As aids to wastewater treatment, bio-flocculants are studied widely because they have good water-solubility, produce a strong flocculation effect and generate no secondary pollution after treating wastewater. Although there is some reported usage of bio-flocculants to treat industrial wastewater, there are no other reports of bio-flocculants being used to treat TN in leather industry wastewater. In the early stage, our research group optimized the medium of Bacillus cereus, it was found that the optimal medium increased the yield of the bio-flocculant produced by Bacillus cereus by 189.70% and the flocculation activity by 58.87%, in order to achieve better flocculation effect, the flocculant must be modified to improve the treatment capacity of leather industry wastewater (Zhao et al. 2018a, 2018b).

The main ingredient in a bio-flocculant is polysaccharide, a nonionic compound that cannot neutralize the nitrogen in leather wastewater. However, if a bio-flocculant can be modified to become an amphoteric polymer with high molecular weight, it will have dual anionic and cationic characteristics. A bio-flocculant modified in this way cannot only neutralize the nitrogenous pollutants in leaher industry wastewater, but also enhance the bridging effect among colloidal particles, so as to further improve the removal of nitrogen (Zhao et al. 2018a, 2018b).

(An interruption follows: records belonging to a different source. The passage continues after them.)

"""Faces that the kernel's mesher leaves without a mesh, or with a torn one, are meshed again."""

from __future__ import annotations

import math

import pytest
from OCP.BRep import BRep_Builder, BRep_Tool
from OCP.BRepAlgoAPI import BRepAlgoAPI_Cut
from OCP.BRepPrimAPI import BRepPrimAPI_MakeBox, BRepPrimAPI_MakeCone, BRepPrimAPI_MakeCylinder, BRepPrimAPI_MakeSphere
from OCP.BRepTools import BRepTools
from OCP.Geom2d import Geom2d_Line
from OCP.gp import gp_Ax2, gp_Dir, gp_Dir2d, gp_Pnt
from OCP.Poly import Poly_Triangulation
from OCP.TopAbs import TopAbs_EDGE
from OCP.TopLoc import TopLoc_Location
from OCP.TopoDS import TopoDS

from moldgen.errors import KernelError
from moldgen.kernel.body import Body
from moldgen.kernel.heal_mesh import is_torn, remesh
from moldgen.kernel.heal_seams import straighten_seams
from moldgen.kernel.mesh import _welded, surface_mesh, tessellate
from moldgen.kernel.meshsolid import mesh_solid
from moldgen.kernel.topology import faces_of, only_solid, walk


def holed_block():
    """A block 20 x 20 x 5 with a through hole of radius 4: 2000 - 80 pi mm^3."""
    drill = BRepPrimAPI_MakeCylinder(gp_Ax2(gp_Pnt(10, 10, -1), gp_Dir(0, 0, 1)), 4, 7).Solid()
    return only_solid(BRepAlgoAPI_Cut(BRepPrimAPI_MakeBox(20, 20, 5).Solid(), drill).Shape())


SOLIDS = {
    "planes with a hole, and a full cylinder": (holed_block, 2000 - 80 * math.pi),
    "a full cone": (lambda: BRepPrimAPI_MakeCone(6, 3, 12).Solid(), math.pi * 4 * (36 + 18 + 9)),
}


@pytest.mark.parametrize("name", SOLIDS)
def test_any_face_can_be_meshed_from_its_edges(name):
    make, expected = SOLIDS[name]
    solid = make()
    tessellate(solid)
    for face in faces_of(solid):
        BRepTools.Clean_s(face)
        assert is_torn(face)
        remesh(faces_of(solid), [face])
        assert not is_torn(face)
        mesh = surface_mesh(faces_of(solid))
        assert mesh_solid(mesh).volume() == pytest.approx(expected, rel=0.03)  # facets: sag of the working mesh
        assert mesh.volume() == pytest.approx(expected, rel=2e-3)
        tessellate(solid)
        assert not is_torn(face)  # the kernel takes the mesh for its own and keeps it


def test_a_face_that_cannot_be_followed_from_its_edges_is_left_without_a_mesh_and_named():
    solid = BRepPrimAPI_MakeSphere(7).Solid()
    tessellate(solid)
    BRepTools.Clean_s(solid)
    with pytest.raises(KernelError, match="face 0 of 1 has no triangles"):
        surface_mesh(faces_of(solid))


def test_a_torn_mesh_is_found_and_replaced():
    solid = holed_block()
    tessellate(solid)
    faces = faces_of(solid)
    holed = next(f for f in faces if len(list(walk(f, TopAbs_EDGE))) == 5)
    whole = BRep_Tool.Triangulation_s(holed, TopLoc_Location())
    _tear(holed, whole)
    assert [is_torn(f) for f in faces] == [f.IsSame(holed) for f in faces]
    assert mesh_solid(surface_mesh(faces)).volume() == pytest.approx(2000 - 80 * math.pi, rel=0.01)


def _tear(face, whole: Poly_Triangulation) -> None:
    """Take the last triangle out of a face's mesh."""
    whole.ResizeTriangles(whole.NbTriangles() - 1, True)
    BRep_Builder().UpdateFace(face, whole)


def test_a_seam_that_leans_by_rounding_is_straightened_and_the_kernel_meshes_the_cone():
    solid = BRepPrimAPI_MakeCone(6, 3, 12).Solid()
    cone = max(faces_of(solid), key=lambda f: len(list(walk(f, TopAbs_EDGE))))
    leaning = 0
    for occurrence in walk(cone, TopAbs_EDGE):
        line = BRep_Tool.CurveOnSurface_s(TopoDS.Edge_s(occurrence), cone, 0.0, 0.0)
        if isinstance(line, Geom2d_Line) and abs(line.Direction().X()) < 0.5:
            line.SetDirection(gp_Dir2d(-2e-15, line.Direction().Y()))
            leaning += 1
    assert leaning == 2
    assert straighten_seams(cone) == 2
    assert straighten_seams(cone) == 0
    body = Body(solid)
    assert mesh_solid(body.mesh).volume() == pytest.approx(math.pi * 4 * (36 + 18 + 9), rel=0.01)


def test_a_line_that_leans_on_purpose_is_left_alone():
    solid = BRepPrimAPI_MakeCone(6, 3, 12).Solid()
    cone = max(faces_of(solid), key=lambda f: len(list(walk(f, TopAbs_EDGE))))
    for occurrence in walk(cone, TopAbs_EDGE):
        line = BRep_Tool.CurveOnSurface_s(TopoDS.Edge_s(occurrence), cone, 0.0, 0.0)
        if isinstance(line, Geom2d_Line) and abs(line.Direction().X()) < 0.5:
            line.SetDirection(gp_Dir2d(1e-6, line.Direction().Y()))
    assert straighten_seams(cone) == 0


def test_faces_that_divide_their_common_edge_unequally_are_meshed_again():
    faces = faces_of(BRepPrimAPI_MakeCylinder(5, 20).Solid())
    tessellate(faces[0], 0.001, 0.05)  # each alone, the wall finer than the ends: as splits leave them on real parts
    for face in faces[1:]:
        tessellate(face, 0.05, 0.3)
    assert not any(is_torn(f) for f in faces)
    with pytest.raises(KernelError, match="not closed"):
        mesh_solid(_welded(faces))
    assert mesh_solid(surface_mesh(faces)).volume() == pytest.approx(500 * math.pi, rel=5e-3)
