"""What exporters write wrongly, planted: each is healed, left and listed, or refused, as its closed form says."""

from __future__ import annotations

import math

import numpy as np
import pytest
from OCP.BRep import BRep_Builder, BRep_Tool
from OCP.BRepAlgoAPI import BRepAlgoAPI_Cut, BRepAlgoAPI_Fuse
from OCP.BRepBuilderAPI import BRepBuilderAPI_Copy, BRepBuilderAPI_MakeFace, BRepBuilderAPI_MakeSolid
from OCP.BRepPrimAPI import BRepPrimAPI_MakeCylinder
from OCP.gp import gp_Dir, gp_Pln, gp_Pnt, gp_Vec
from OCP.ShapeAnalysis import ShapeAnalysis_ShapeTolerance
from OCP.ShapeFix import ShapeFix_ShapeTolerance
from OCP.ShapeUpgrade import ShapeUpgrade_ShapeDivideAngle

from moldgen.errors import PartError
from moldgen.kernel.body import Body
from moldgen.kernel.heal import heal
from moldgen.kernel.meshsolid import mesh_solid
from moldgen.kernel.step_read import read_step
from moldgen.kernel.topology import compound_of, edge_points, edges_of, faces_of, only_solid
from tests.kernel_io.test_step_read import block, raw_solid, shell_of, write_raw


def told(healed) -> list[tuple[str, int, float]]:
    """What was listed: first words, count, effect on the volume."""
    return [(n.what.split(",")[0], n.count, n.volume_change_mm3) for n in healed.notes]


def sound(solid, expected: float) -> None:
    """The mesh of a healed solid is closed and encloses the expected volume."""
    assert mesh_solid(Body(solid).mesh).volume() == pytest.approx(expected, rel=5e-3)


def hollow(inner):
    """A cube of 20 mm with a closed space."""
    outside = shell_of(faces_of(block(20, 20, 20)))
    return BRepBuilderAPI_MakeSolid(outside, shell_of([f.Reversed() for f in faces_of(inner)])).Solid()


def test_a_hollow_part_is_refused_in_the_trades_words_with_the_place_and_size_of_each_space():
    with pytest.raises(PartError) as caught:
        heal(hollow(block(2, 3, 4, at=(8, 8, 8))))
    assert "the part is hollow" in caught.value.what
    assert "24 mm^3 at 9.000, 9.500, 10.000" in caught.value.what
    assert "No core reaches" in caught.value.what
    assert "open it to one side for a core" in caught.value.remedy


def test_a_tiny_space_is_filled_and_its_volume_listed():
    healed = heal(hollow(block(1, 1, 1, at=(8, 8, 8))))  # 1 of 8000 mm^3: under 2e-4 of the part
    assert healed.volume_mm3 == pytest.approx(8000)
    assert told(healed) == [("closed hollow spaces filled", 1, pytest.approx(1.0))]
    sound(healed.solid, 8000)


@pytest.mark.parametrize("copied", [False, True], ids=["the same face", "a copy of it"])
def test_a_face_given_twice_is_kept_once(copied):
    faces = faces_of(block())
    again = BRepBuilderAPI_Copy(faces[0]).Shape() if copied else faces[0]
    healed = heal(raw_solid(shell_of([*faces, again])))
    assert healed.volume_mm3 == pytest.approx(6000)
    assert told(healed)[0] == ("faces given twice", 1, 0.0)
    assert len(faces_of(healed.solid)) == 6
    sound(healed.solid, 6000)


def test_a_face_missing_beside_a_doubled_one_is_still_refused():
    faces = faces_of(block())
    with pytest.raises(PartError, match="4 open edges"):
        heal(raw_solid(shell_of([*faces[1:], faces[1]])))


def test_an_inside_out_shell_is_turned_and_told():
    healed = heal(raw_solid(shell_of([f.Reversed() for f in faces_of(block())])))
    assert healed.volume_mm3 == pytest.approx(6000)
    assert told(healed)[0][0] == "inside-out solid turned"
    sound(healed.solid, 6000)


@pytest.mark.parametrize("width", [0.005, 0.02, 0.08])
def test_a_sliver_face_is_kept_and_its_mesh_stays_closed(width):
    # two cubes of 10 mm side by side, one higher by the width: the step between them is a face that wide
    stepped = only_solid(BRepAlgoAPI_Fuse(block(10, 10, 10), block(10, 10, 10 + width, at=(10, 0, 0))).Shape())
    healed = heal(stepped)
    assert healed.volume_mm3 == pytest.approx(2000 + 100 * width, rel=1e-9)
    assert [n[1] for n in told(healed)] == ([2] if width < 0.01 else [])  # its two short edges are listed
    assert mesh_solid(Body(healed.solid).mesh).volume() == pytest.approx(2000 + 100 * width, rel=1e-9)


def test_edges_of_a_tenth_of_a_micrometer_are_listed_and_the_mesh_stays_closed():
    notched = only_solid(BRepAlgoAPI_Cut(block(10, 10, 10), block(1e-4, 1e-4, 10)).Shape())
    healed = heal(notched)
    assert [(n.what, n.count) for n in healed.notes] == [("edges shorter than 0.01 mm, left as they are", 4)]
    sound(healed.solid, 1000)


@pytest.mark.parametrize("patches", [2, 3])
def test_a_cylinder_in_patches_keeps_its_volume(patches):
    divider = ShapeUpgrade_ShapeDivideAngle(2 * math.pi / patches, BRepPrimAPI_MakeCylinder(5, 20).Solid())
    divider.Perform()
    patched = only_solid(divider.Result())
    assert len(faces_of(patched)) == 2 + patches
    healed = heal(patched)
    assert (healed.volume_mm3, healed.notes) == (pytest.approx(500 * math.pi), ())
    sound(healed.solid, 500 * math.pi)


def stated(solid, tolerance: float):
    """The same solid with a tolerance written everywhere."""
    ShapeFix_ShapeTolerance().SetTolerance(solid, tolerance)
    return solid


def with_true_gap(gap: float):
    """A block of which one edge's curve runs beside both faces, by `gap`."""
    solid = block()
    edge = next(e for e in edges_of(solid) if np.ptp(edge_points(e, 2)[:, 2]) > 29)
    curve, first, last = BRep_Tool.Curve_s(edge, 0.0, 0.0), *BRep_Tool.Range_s(edge)
    moved = curve.Translated(gp_Vec(gap * math.sqrt(0.5), gap * math.sqrt(0.5), 0))
    BRep_Builder().UpdateEdge(edge, moved, BRep_Tool.Tolerance_s(edge))
    BRep_Builder().Range(edge, first, last)
    return solid


def worst_tolerance(solid) -> float:
    return float(ShapeAnalysis_ShapeTolerance().Tolerance(solid, 1))


def test_a_stated_tolerance_of_0_015_is_taken_as_it_is():
    healed = heal(stated(block(), 0.015))
    assert healed.notes == ()
    assert worst_tolerance(healed.solid) == pytest.approx(0.015)


@pytest.mark.parametrize("gap", [0.0, 0.001, 0.015])
def test_a_tolerance_stated_far_above_the_true_gap_is_tightened_and_told(gap):
    healed = heal(stated(with_true_gap(gap), 0.03))
    assert [(n.what, n.volume_change_mm3) for n in healed.notes] == [
        ("tolerances stated as up to 0.03 mm, tightened to the true gaps", 0.0)
    ]
    assert gap <= worst_tolerance(healed.solid) <= max(1.3 * gap, 1e-5)
    sound(healed.solid, 6000)


def test_a_true_gap_of_0_022_keeps_its_tolerance_and_is_told():
    healed = heal(stated(with_true_gap(0.022), 0.03))
    assert 0.022 <= worst_tolerance(healed.solid) <= 0.03
    assert healed.notes[-1].what.startswith("faces, edges or vertices looser than 0.02 mm, up to 0.02")
    assert healed.notes[-1].count == 3  # the edge and its two ends; all else was tightened
    sound(healed.solid, 6000)


def test_a_sheet_beside_the_solid_is_left_out_and_listed_with_its_place(tmp_path):
    sheet = BRepBuilderAPI_MakeFace(gp_Pln(gp_Pnt(50, 0, 7), gp_Dir(0, 0, 1)), 0, 5, 0, 5).Face()
    read = read_step(write_raw(compound_of([block(), sheet]), tmp_path / "part.step"))
    assert read.volume_mm3 == pytest.approx(6000)
    assert [n.count for n in read.healed] == [1]
    assert "beside the solid" in read.healed[0].what
    assert "50.000, 0.000, 7.000" in read.healed[0].what
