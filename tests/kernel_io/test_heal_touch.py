"""What touches without being joined: closed or joined with a note, or refused with its place."""

from __future__ import annotations

import pytest
from OCP.BRepAlgoAPI import BRepAlgoAPI_Cut
from OCP.BRepBuilderAPI import BRepBuilderAPI_MakeFace, BRepBuilderAPI_MakePolygon, BRepBuilderAPI_Sewing
from OCP.gp import gp_Pnt
from OCP.TopAbs import TopAbs_SHELL

from moldgen.errors import PartError
from moldgen.kernel import heal_touch
from moldgen.kernel.body import Body
from moldgen.kernel.heal import heal
from moldgen.kernel.meshsolid import mesh_solid
from moldgen.kernel.step_read import read_step
from moldgen.kernel.topology import compound_of, explore, faces_of, only_solid
from tests.kernel_io.test_step_read import block, raw_solid, shell_of, write_raw


def polygon(*corners):
    maker = BRepBuilderAPI_MakePolygon()
    for corner in corners:
        maker.Add(gp_Pnt(*corner))
    maker.Close()
    return BRepBuilderAPI_MakeFace(maker.Wire(), True).Face()


def slit_block(width: float):
    """A block 20 x 10 x 10 with a slit half through it at half height, `width` wide at its mouth, to a point."""
    low, high = 5 - width / 2, 5 + width / 2
    faces = [
        polygon((0, 0, 0), (0, 10, 0), (20, 10, 0), (20, 0, 0)),
        polygon((0, 0, 10), (20, 0, 10), (20, 10, 10), (0, 10, 10)),
        polygon((20, 0, 0), (20, 10, 0), (20, 10, 10), (20, 0, 10)),
        polygon((0, 0, 0), (0, 0, low), (0, 10, low), (0, 10, 0)),
        polygon((0, 0, high), (0, 0, 10), (0, 10, 10), (0, 10, high)),
        polygon((0, 0, low), (10, 0, 5), (10, 10, 5), (0, 10, low)),
        polygon((0, 0, high), (0, 10, high), (10, 10, 5), (10, 0, 5)),
        polygon((0, 0, 0), (20, 0, 0), (20, 0, 10), (0, 0, 10), (0, 0, high), (10, 0, 5), (0, 0, low)),
        polygon((0, 10, 0), (0, 10, low), (10, 10, 5), (0, 10, high), (0, 10, 10), (20, 10, 10), (20, 10, 0)),
    ]
    sewing = BRepBuilderAPI_Sewing(1e-7)
    for face in faces:
        sewing.Add(face)
    sewing.Perform()
    return raw_solid(*explore(sewing.SewedShape(), TopAbs_SHELL))


def test_a_slit_of_no_width_is_closed_and_told_with_its_place():
    healed = heal(slit_block(0.0))
    assert healed.volume_mm3 == pytest.approx(2000)
    assert len(faces_of(healed.solid)) == 6
    assert [(n.what, n.count) for n in healed.notes] == [("slits of no width closed, at 5.000, 5.000, 5.000", 1)]
    assert healed.notes[0].volume_change_mm3 == pytest.approx(0.0, abs=1e-9)
    assert mesh_solid(Body(healed.solid).mesh).volume() == pytest.approx(2000)


@pytest.mark.parametrize("width", [0.001, 0.02, 0.2])
def test_a_slit_with_a_width_is_kept(width):
    healed = heal(slit_block(width))
    assert healed.volume_mm3 == pytest.approx(2000 - 50 * width, rel=1e-9)
    assert len(faces_of(healed.solid)) == 9


def test_a_slit_that_cannot_be_closed_is_refused_with_its_place(monkeypatch):
    monkeypatch.setattr(heal_touch, "_volume_of", lambda solid: block())  # a kernel that returns another body
    with pytest.raises(PartError, match="1 slits of no width") as caught:
        heal(slit_block(0.0))
    assert caught.value.where == "5.000, 5.000, 5.000"


def test_a_slit_inside_that_the_reader_leaves_as_a_sheet_is_left_out_and_told(tmp_path):
    inner = faces_of(block(4, 4, 4, at=(3, 3, 5)))[0]
    slit = raw_solid(shell_of(faces_of(block(10, 10, 10))), shell_of([inner, inner.Reversed()]))
    read = read_step(write_raw(slit, tmp_path / "part.step"))
    assert read.volume_mm3 == pytest.approx(1000)
    assert "loose surfaces beside the solid, left out" in read.healed[0].what


def test_a_solid_that_touches_itself_along_an_edge_is_refused_with_the_place():
    # a slab 20 x 20 x 10 less two diagonal quarters of its upper half: the other two quarters meet in an edge
    slab = BRepAlgoAPI_Cut(block(20, 20, 10), block(10, 10, 5, at=(0, 0, 5))).Shape()
    with pytest.raises(PartError, match="touches itself along 1 edges") as caught:
        heal(only_solid(BRepAlgoAPI_Cut(slab, block(10, 10, 5, at=(10, 10, 5))).Shape()))
    assert caught.value.where == "10.000, 10.000, 7.500"


def lumps(tmp_path, *solids, assembly: int = 0):
    """A file of one product with several solids (assembly 0), or of a product for each (1)."""
    shape = raw_solid(*(shell_of(faces_of(s)) for s in solids)) if assembly == 0 else compound_of(solids)
    return write_raw(shape, tmp_path / "part.step", assembly=assembly)


@pytest.mark.parametrize(
    ("other", "volume", "faces"),
    [
        (lambda: block(10, 10, 10, at=(10, 0, 0)), 2000.0, 6),
        (lambda: block(10, 5, 5, at=(10, 2, 2)), 1250.0, 11),
    ],
    ids=["whole faces", "part of a face"],
)
def test_bodies_of_one_product_that_touch_face_to_face_are_joined_and_told(tmp_path, other, volume, faces):
    read = read_step(lumps(tmp_path, block(10, 10, 10), other()))
    assert read.volume_mm3 == pytest.approx(volume)
    assert len(faces_of(read.solid)) == faces
    assert [(n.what, n.count) for n in read.healed] == [("bodies of one product that touch face to face joined", 2)]
    assert mesh_solid(Body(read.solid).mesh).volume() == pytest.approx(volume)


def test_one_of_them_can_still_be_chosen(tmp_path):
    read = read_step(lumps(tmp_path, block(10, 10, 10), block(10, 5, 5, at=(10, 2, 2))), 2)
    assert read.volume_mm3 == pytest.approx(250)


@pytest.mark.parametrize(
    ("at", "words"),
    [
        ((10, 10, 0), r"1 and 2 touch at 10.000, 10.000, "),
        ((10, 10, 10), r"1 and 2 touch at 10.000, 10.000, 10.000"),
        ((30, 0, 0), r"no common face joins all of them: 1 \(no name\)"),
        ((9, 0, 0), r"they overlap by 100 mm\^3"),
    ],
    ids=["an edge", "a vertex", "apart", "overlap"],
)
def test_bodies_that_no_face_joins_are_refused_with_how_they_lie(tmp_path, at, words):
    with pytest.raises(PartError, match="the file holds 2 solids, and .*" + words):
        read_step(lumps(tmp_path, block(10, 10, 10), block(10, 10, 10, at=at)))


def test_products_of_an_assembly_are_never_joined(tmp_path):
    path = lumps(tmp_path, block(10, 10, 10), block(10, 10, 10, at=(10, 0, 0)), assembly=1)
    with pytest.raises(PartError, match="the file holds 2 solids: "):
        read_step(path)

Amphoteric starch is a low cost, nontoxic compound with high molecular weight. Under the action of an appropriate initiator, amphoteric starch and long-chain macromolecules on the graft copolymers of the bio-flocculant can be used to prepare an ideal modified bio-flocculant; with such a material, the TN in leather industry wastewater can be treated comprehensively (Zauro & Vishalakshi 2017). Song (2008) improved the stability of a modified bio-flocculant by graft copolymerization of bio-flocculant and cationic polyacrylamide (PAM). Min et al. (2012) modified carboxymethyl chitosan flocculant using liquid ferric based on a bio-flocculant and carboxymethyl chitosan solution to obtain modified carboxymethyl chitosan flocculant, which was suitable for removing fluorine ions in wastewater. However, there are no reports on the use of amphoteric starch to modify bio-flocculants to treat leather industry wastewater.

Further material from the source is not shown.